AI systems, particularly large language models (LLMs), are increasingly being employed in high-stakes decisions that impact both individuals and society at large, often without adequate safeguards to ensure safety, quality, and equity. Yet LLMs hallucinate, lack common sense, and are biased—shortcomings that may reflect LLMs’ inherent limitations and thus may not be remedied by more sophisticated architectures, more data, or more human feedback. Relying solely on LLMs for complex, high-stakes decisions is therefore problematic. Here, we present a hybrid collective intelligence system that mitigates these risks by leveraging the complementary strengths of human experience and the vast information processed by LLMs. We apply our method to open-ended medical diagnostics, combining 40,762 differential diagnoses made by physicians with the diagnoses of five state-of-the art LLMs across 2,133 text-based medical case vignettes. We show that hybrid collectives of physicians and LLMs outperform both single physicians and physician collectives, as well as single LLMs and LLM ensembles. This result holds across a range of medical specialties and professional experience and can be attributed to humans’ and LLMs’ complementary contributions that lead to different kinds of errors. Our approach highlights the potential for collective human and machine intelligence to improve accuracy in complex, open-ended domains like medical diagnostics.

查看原文本刊更多论文

人类-人工智能集体最准确地诊断临床小插曲

人工智能系统，特别是大型语言模型（llm），越来越多地被用于影响个人和整个社会的高风险决策，通常没有足够的保障措施来确保安全、质量和公平。然而，法学硕士会产生幻觉，缺乏常识，并且有偏见——这些缺点可能反映了法学硕士固有的局限性，因此可能无法通过更复杂的架构、更多的数据或更多的人类反馈来弥补。因此，仅仅依靠法学硕士来做复杂、高风险的决策是有问题的。在这里，我们提出了一个混合集体智慧系统，通过利用人类经验的互补优势和法学硕士处理的大量信息来减轻这些风险。我们将我们的方法应用于开放式医学诊断，将医生做出的40,762例鉴别诊断与五个最先进的法学硕士在2,133个基于文本的医学病例小片段中的诊断相结合。我们表明，医生和法学硕士的混合集体优于单一医生和医生集体，以及单一法学硕士和法学硕士组合。这一结果适用于一系列医学专业和专业经验，可以归因于人类和法学硕士的互补贡献，导致不同类型的错误。我们的方法强调了人类和机器集体智能在提高医疗诊断等复杂开放式领域准确性方面的潜力。

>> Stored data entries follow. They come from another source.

#!/bin/sh
# Valgrind memcheck over end-to-end commands of the ordinary build's
# baseline twin (build-base/vibrogate, see below; or VG_BUILD): a sweep of
# a small grid into a temporary
# directory with NetCDF, CSV, PNG, PDF and SVG outputs; render from its
# sweep.nc; point, point --json and check; spectrum; and bad inputs from the
# catalogue (tests/bad/, format in tests/bad/README) plus a usage error.
#
# Each command runs under
#   valgrind --tool=memcheck --error-exitcode=99 --leak-check=full
#            --errors-for-leak-kinds=definite,indirect
# and passes when its exit status is the documented one (0, or the status in
# the case's .expect file, or 2 for a usage error; docs/config.md "Exit
# statuses"), valgrind's log says "ERROR SUMMARY: 0 errors" (so no invalid
# access, no use of an uninitialised value, no definite or indirect leak)
# and, for the commands that write files, the files are there.  First, a
# probe proves the check can fail: a tiny program that leaks one block must
# get exit status 99 and a "definitely lost" record.  Memory still
# reachable at exit (library caches) and "possibly lost" blocks are not
# errors.  Suppressions: tests/valgrind.supp, library frames only, each
# documented there.
#
# Not run inside the sanitizer run (VG_UNDER_SANITIZER, set by
# tests/scripts/sanitize.sh): valgrind cannot run an ASan binary.  The MPI
# build (VG_BUILD=build-mpi) is not memchecked; the one-process build is.
set -u
SRC=$(cd "$(dirname "$0")/../.." && pwd)
cd "$SRC" || exit 1
[ -z "${VG_UNDER_SANITIZER:-}" ] || { echo "valgrind.sh: not run against the sanitizer build"; exit 0; }
pass() { echo "PASS: $1"; }
fail() { echo "FAIL: $1: $2"; }
B=${VG_BUILD:-build}
[ "$B" = build-mpi ] && B=build
# The ordinary build's baseline twin (make BASELINE=1, build-base/): the
# same code with the rate kernel's lanes compiled for baseline x86-64 only,
# because valgrind 3.19 stops at some AVX2 encodings GCC emits (an "illegal
# opcode" in the kernel's AVX2 version).  tests/scripts/lanes.sh shows that
# the two builds give the same bits.
if [ "$B" = build ]; then
    make -s BASELINE=1 all >/dev/null 2>&1 || { fail "baseline build" "make BASELINE=1 all failed"; exit 1; }
    B=build-base
fi
case "$B" in /*) VG="$B/vibrogate" ;; *) VG="$SRC/$B/vibrogate" ;; esac
T=$(mktemp -d)
trap 'rm -rf "$T"' EXIT

if ! command -v valgrind >/dev/null 2>&1; then
    fail "valgrind" "not installed (make deps installs it)"
    exit 1
fi
if [ ! -x "$VG" ]; then
    fail "valgrind" "no program at $VG"
    exit 1
fi

# Invented values: a hypothetical receptor and odorant, a 5 x 4 grid.
cat >"$T/grid.ini" <<'EOF'
[scenario]
title = Memcheck grid: λ and ε
notes = Invented values for the memory checks.

[parameters]
gap = 20 .. 420 meV, 5 points
reorganization = 15 .. 240 meV, 4 points, log
electronic_coupling = 0.7 meV
huang_rhys = 0.12
mode = 1650 cm-1
temperature = 295 K

[output]
data = netcdf, csv
figures = png, pdf, svg
maps = log10_ratio, assisted_fraction
width = 3 in
dpi = 60
contours = -2, 2
mark = probe point: gap 230 meV, reorganization 40 meV
EOF
cat >"$T/point.ini" <<'EOF'
[scenario]
title = Memcheck point

[parameters]
gap = 310 meV
reorganization = 45 meV
electronic_coupling = 1.3 meV
huang_rhys = 0.07
mode = 2100 cm-1
temperature = 305 K

[output]
figures = png, pdf, svg
width = 3 in
dpi = 60
EOF

# memcheck NAME WANT-STATUS FILES -- ARGS...: run vibrogate ARGS under
# memcheck; FILES (space separated, may be empty) must exist afterwards.
memcheck() {
    name=$1 want=$2 files=$3
    shift 4
    log="$T/$(echo "$name" | tr -c 'A-Za-z0-9\n' '_').log"
    OMP_NUM_THREADS=2 valgrind --tool=memcheck --error-exitcode=99 --leak-check=full \
        --errors-for-leak-kinds=definite,indirect --show-leak-kinds=definite,indirect \
        --num-callers=30 --suppressions="$SRC/tests/valgrind.supp" --log-file="$log" \
        "${PROG:-$VG}" "$@" >"$T/out" 2>"$T/err"
    rc=$?
    missing=""
    for f in $files; do
        [ -s "$f" ] || missing="$missing $(basename "$f")"
    done
    if [ "$rc" -eq 99 ] || ! grep -q 'ERROR SUMMARY: 0 errors' "$log"; then
        fail "memcheck: $name" "$(grep -m 1 'ERROR SUMMARY' "$log"); first report: $(grep -m 1 -A 8 -E '^==[0-9]+== (Invalid|Conditional|Use of|Syscall|Mismatched|.*(definitely|indirectly) lost in)' "$log" | sed 's/^==[0-9]*== //' | tr '\n' ' ' | head -c 600)"
    elif [ "$rc" -ne "$want" ]; then
        fail "memcheck: $name" "exit status $rc, wanted $want: $(head -c 300 "$T/err")"
    elif [ -n "$missing" ]; then
        fail "memcheck: $name" "missing outputs:$missing"
    else
        pass "memcheck: $name: exit $want, 0 errors, no definite or indirect leak"
    fi
}

# A catalogue case: its config, command, --set values (lines 4 on) and
# exit status, as tests/bad/README describes them.
memcheck_bad() {
    name=$1 exp="tests/bad/$1.expect"
    want=$(sed -n 1p "$exp") cmd=$(sed -n 3p "$exp")
    cmd=${cmd:-check}
    set --
    while IFS= read -r v; do
        [ -n "$v" ] && set -- "$@" --set "$v"
    done <<EOF
$(sed -n '4,$p' "$exp")
EOF
    mkdir "$T/bad-$name"
    (cd "$T/bad-$name" && memcheck "bad input $name ($cmd)" "$want" "" -- "$cmd" "$@" \
        "$SRC/tests/bad/$name.ini")
}

# The check itself: a program that leaks one block must fail it, with
# valgrind's own exit status 99 and a "definitely lost" record.
printf '#include <stdlib.h>\nvoid *keep;\nint main(void) { keep = malloc(24); keep = 0; return 0; }\n' \
    >"$T/leak.c"
if ${CC:-cc} -O0 -g -o "$T/leak" "$T/leak.c" 2>"$T/cc.err"; then
    PROG="$T/leak" memcheck "probe" 0 "" -- >"$T/probe.out"
    if [ "$rc" -eq 99 ] && grep -q 'ERROR SUMMARY: 1 errors' "$T/probe.log" &&
        grep -q 'definitely lost' "$T/probe.log"; then
        pass "memcheck flags a program that leaks one block (exit 99, 'definitely lost')"
    else
        fail "memcheck probe" "a leaking program was not flagged: $(cat "$T/probe.out")"
    fi
else
    fail "memcheck probe" "cannot compile it: $(head -c 200 "$T/cc.err")"
fi

S="$T/sweep"
memcheck "sweep with netcdf, csv, png, pdf, svg" 0 \
    "$S/sweep.nc $S/sweep.csv $S/map-log10_ratio.png $S/map-log10_ratio.pdf $S/map-log10_ratio.svg $S/map-assisted_fraction.png" \
    -- sweep "$T/grid.ini" --out "$S" --quiet --threads 2
R="$T/render"
mkdir "$R"
memcheck "render from sweep.nc" 0 "$R/map-log10_ratio.png $R/map-log10_ratio.pdf $R/map-log10_ratio.svg" \
    -- render "$S/sweep.nc" --out "$R" --quiet
memcheck "point" 0 "" -- point "$T/point.ini"
memcheck "point --json" 0 "" -- point "$T/point.ini" --json
memcheck "check" 0 "" -- check "$T/grid.ini"
P="$T/spectrum"
memcheck "spectrum" 0 "$P/spectrum.png $P/spectrum.pdf $P/spectrum.svg" \
    -- spectrum "$T/point.ini" --out "$P" --quiet
for case in unknown_key nul_byte sweep_bad_value set_bad_value; do
    memcheck_bad "$case"
done
memcheck "usage error (--threads 0)" 2 "" -- sweep "$T/grid.ini" --threads 0
memcheck "missing config file" 3 "" -- check "$T/no-such.ini"
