vg_status vg_config_refuse_odorants(const vg_config *cfg, const char *command, vg_error *err)
{
    if (cfg->nodorants == 0)
        return VG_OK;
    if (strcmp(command, "sweep") == 0 || strcmp(command, "check") == 0)
        return vg_error_set(err, VG_ECONFIG, "%s: '%s' maps one many-mode odorant in place "
                            "of the single mode: name it with 'odorant = NAME' in [model] "
                            "([odorant.%s] is given), or remove the [odorant.NAME] sections",
                            cfg->path, command, cfg->odorants[0].name);
    return vg_error_set(err, VG_ECONFIG, "%s: '%s' does not take many-mode odorants yet "
                        "([odorant.%s]; only 'point', 'sweep' and 'check' do): remove the "
                        "[odorant.NAME] sections to use the single mode of [parameters]",
                        cfg->path, command, cfg->odorants[0].name);
}

/* "[name]", optionally followed by a comment; a known section, once. */
static vg_status check_header(loader *ld, span t)
{
    size_t close = span_find(t, "]");
    span name, after;
    int sec;
    shown b;

    if (close == t.n)
        return vg_error_set(ld->err, VG_ECONFIG, "section header '%s' has no closing ']'",
                            show(t, &b));
    name = span_part(t, 1, close - 1);
    after = span_trim(span_tail(t, close + 1));
    if (after.n > 0 && after.s[0] != ';' && after.s[0] != '#')
        return vg_error_set(ld->err, VG_ECONFIG, "unexpected '%s' after the section header "
                            "(only a comment may follow)", show(after, &b));
    ld->odorant = -1;
    if (span_find(name, ".") < name.n && span_is(span_part(name, 0, span_find(name, ".")),
                                                 "odorant"))
        return odorant_header(ld, span_tail(name, span_find(name, ".") + 1));
    sec = find_section(name);
    if (sec < 0)
        return unknown_section(name, ld->err);
    if (ld->section_line[sec])
        return vg_error_set(ld->err, VG_ECONFIG, "section [%s] appears twice (first at line %d)",
                            section_names[sec], ld->section_line[sec]);
    ld->section_line[sec] = ld->line;
    return VG_OK;
}

/* "key = value": an '=' before any ':' and before an inline comment (a ';'
 * or '#' after white space), the same scan libinih makes. */
static vg_status check_pair(span t, vg_error *err)
{
    int was_space = 0;
    shown b;

    for (size_t i = 0; i < t.n; i++) {
        if (t.s[i] == '=')
            return VG_OK;
        if (t.s[i] == ':')
            return vg_error_set(err, VG_ECONFIG, "expected '=' between key and value, not ':' "
                                "(got '%s')", show(t, &b));
        if (was_space && (t.s[i] == ';' || t.s[i] == '#'))
            break;
        was_space = isspace((unsigned char)t.s[i]);
    }
    return vg_error_set(err, VG_ECONFIG, "expected 'key = value', a '[section]' header or a "
                        "comment (got '%s')", show(t, &b));
}

static vg_status check_line(loader *ld, span line)
{
    span t = span_trim(line);
    vg_status st;

    if (line.n > CFG_LINE_MAX)
        return vg_error_set(ld->err, VG_ECONFIG, "line is %zu bytes long, the limit is %d bytes",
                            line.n, CFG_LINE_MAX);
    st = check_bytes(line, ld->err);
    if (st != VG_OK || t.n == 0 || t.s[0] == ';' || t.s[0] == '#')
        return st;
    if (t.s[0] == '[')
        return check_header(ld, t);
    return check_pair(t, ld->err);
}

/* The next line of the text, without its "\n" or "\r\n" (and without a
 * UTF-8 byte order mark on line 1). */
static span take_line(loader *ld)
{
    size_t left = (size_t)(ld->end - ld->pos);
    const char *nl = memchr(ld->pos, '\n', left);
    span line = {ld->pos, nl ? (size_t)(nl - ld->pos) : left};

    ld->pos += line.n + (nl != NULL);
    ld->line++;
    if (line.n > 0 && line.s[line.n - 1] == '\r')
        line.n--;
    if (ld->line == 1 && line.n >= 3 && memcmp(line.s, "\xEF\xBB\xBF", 3) == 0)
        line = span_tail(line, 3);
    return line;
}

/* libinih's reader: one checked line per call, NULL at the end or at the
 * first mistake (recorded in ld). */
static char *next_line(char *buf, int size, void *stream)
{
    loader *ld = stream;
    span line;

    if (ld->status != VG_OK || ld->pos >= ld->end)
        return NULL;
    line = take_line(ld);
    ld->status = check_line(ld, line);
    if (ld->status == VG_OK && line.n + 2 > (size_t)size) /* ini_max_line is set to fit */
        ld->status = vg_error_set(ld->err, VG_ECONFIG, "line does not fit the parser's buffer");
    if (ld->status != VG_OK) {
        vg_error_prefix(ld->err, "%s:%d: ", ld->path, ld->line);
        return NULL;
    }
    memcpy(buf, line.s, line.n);
    memcpy(buf + line.n, "\n", 2);
    return buf;
}

/* libinih's handler: one "key = value" of the line last read. */
static int on_pair(void *user, const char *section, const char *name, const char *value)
{
    loader *ld = user;
    span key = span_of(name);
    int sec = find_section(span_of(section)); /* -1 before any header */
    int k = sec < 0 ? -1 : find_key(sec, key);
    vg_status st = VG_OK;

    if (ld->odorant >= 0 && key.n > 0) {
        st = odorant_key(ld, &ld->cfg->odorants[ld->odorant], key, value ? value : "",
                         ld->line);
        if (st == VG_OK)
            return 1;
        ld->status = st;
        vg_error_prefix(ld->err, "%s:%d: ", ld->path, ld->line);
        return 0;
    }
    if (key.n == 0)
        st = vg_error_set(ld->err, VG_ECONFIG, "missing key before '='");
    else if (k < 0)
        st = unknown_key(sec, key, ld->err);
    else if (ld->key_line[k] > 0 && keys[k].set != set_mark && keys[k].set != set_require)
        st = vg_error_set(ld->err, VG_ECONFIG, "duplicate key '%s' in [%s] (first set at line "
                          "%d)", name, section, ld->key_line[k]);
    else
        st = keys[k].set(ld->cfg, keys[k].arg, value ? value : "", ld->line, ld->err);
    if (st == VG_OK) {
        ld->key_line[k] = ld->line;
        return 1;
    }
    ld->status = st;
    vg_error_prefix(ld->err, "%s:%d: ", ld->path, ld->line);
    return 0;
}

/* libinih's run-time switches (Debian's build exposes them); the reader
 * already guarantees every line fits ini_max_line. */
static void setup_inih(void)
{
    ini_allow_multiline = false;
    ini_allow_bom = false;               /* take_line strips it */
    ini_start_comment_prefixes = ";#";
    ini_allow_inline_comments = true;
    ini_inline_comment_prefixes = ";#";  /* only after white space */
    ini_use_stack = true;                /* a buffer of ini_max_line bytes */
    ini_max_line = CFG_LINE_MAX + 3;     /* line, '\n', '\0', and one spare */
    ini_allow_realloc = false;
    ini_stop_on_first_error = true;
    ini_allow_no_value = false;
}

本文章由计算机程序翻译，如有差异，请以英文原文为准。

求助全文

约1分钟内获得全文求助全文

来源期刊

Proceedings of the National Academy of Sciences of the United States of America 综合性期刊-综合性期刊

CiteScore

19.00

自引率

0.90%

发文量

3575

审稿时长

2.5 months

期刊介绍： The Proceedings of the National Academy of Sciences (PNAS), a peer-reviewed journal of the National Academy of Sciences (NAS), serves as an authoritative source for high-impact, original research across the biological, physical, and social sciences. With a global scope, the journal welcomes submissions from researchers worldwide, making it an inclusive platform for advancing scientific knowledge.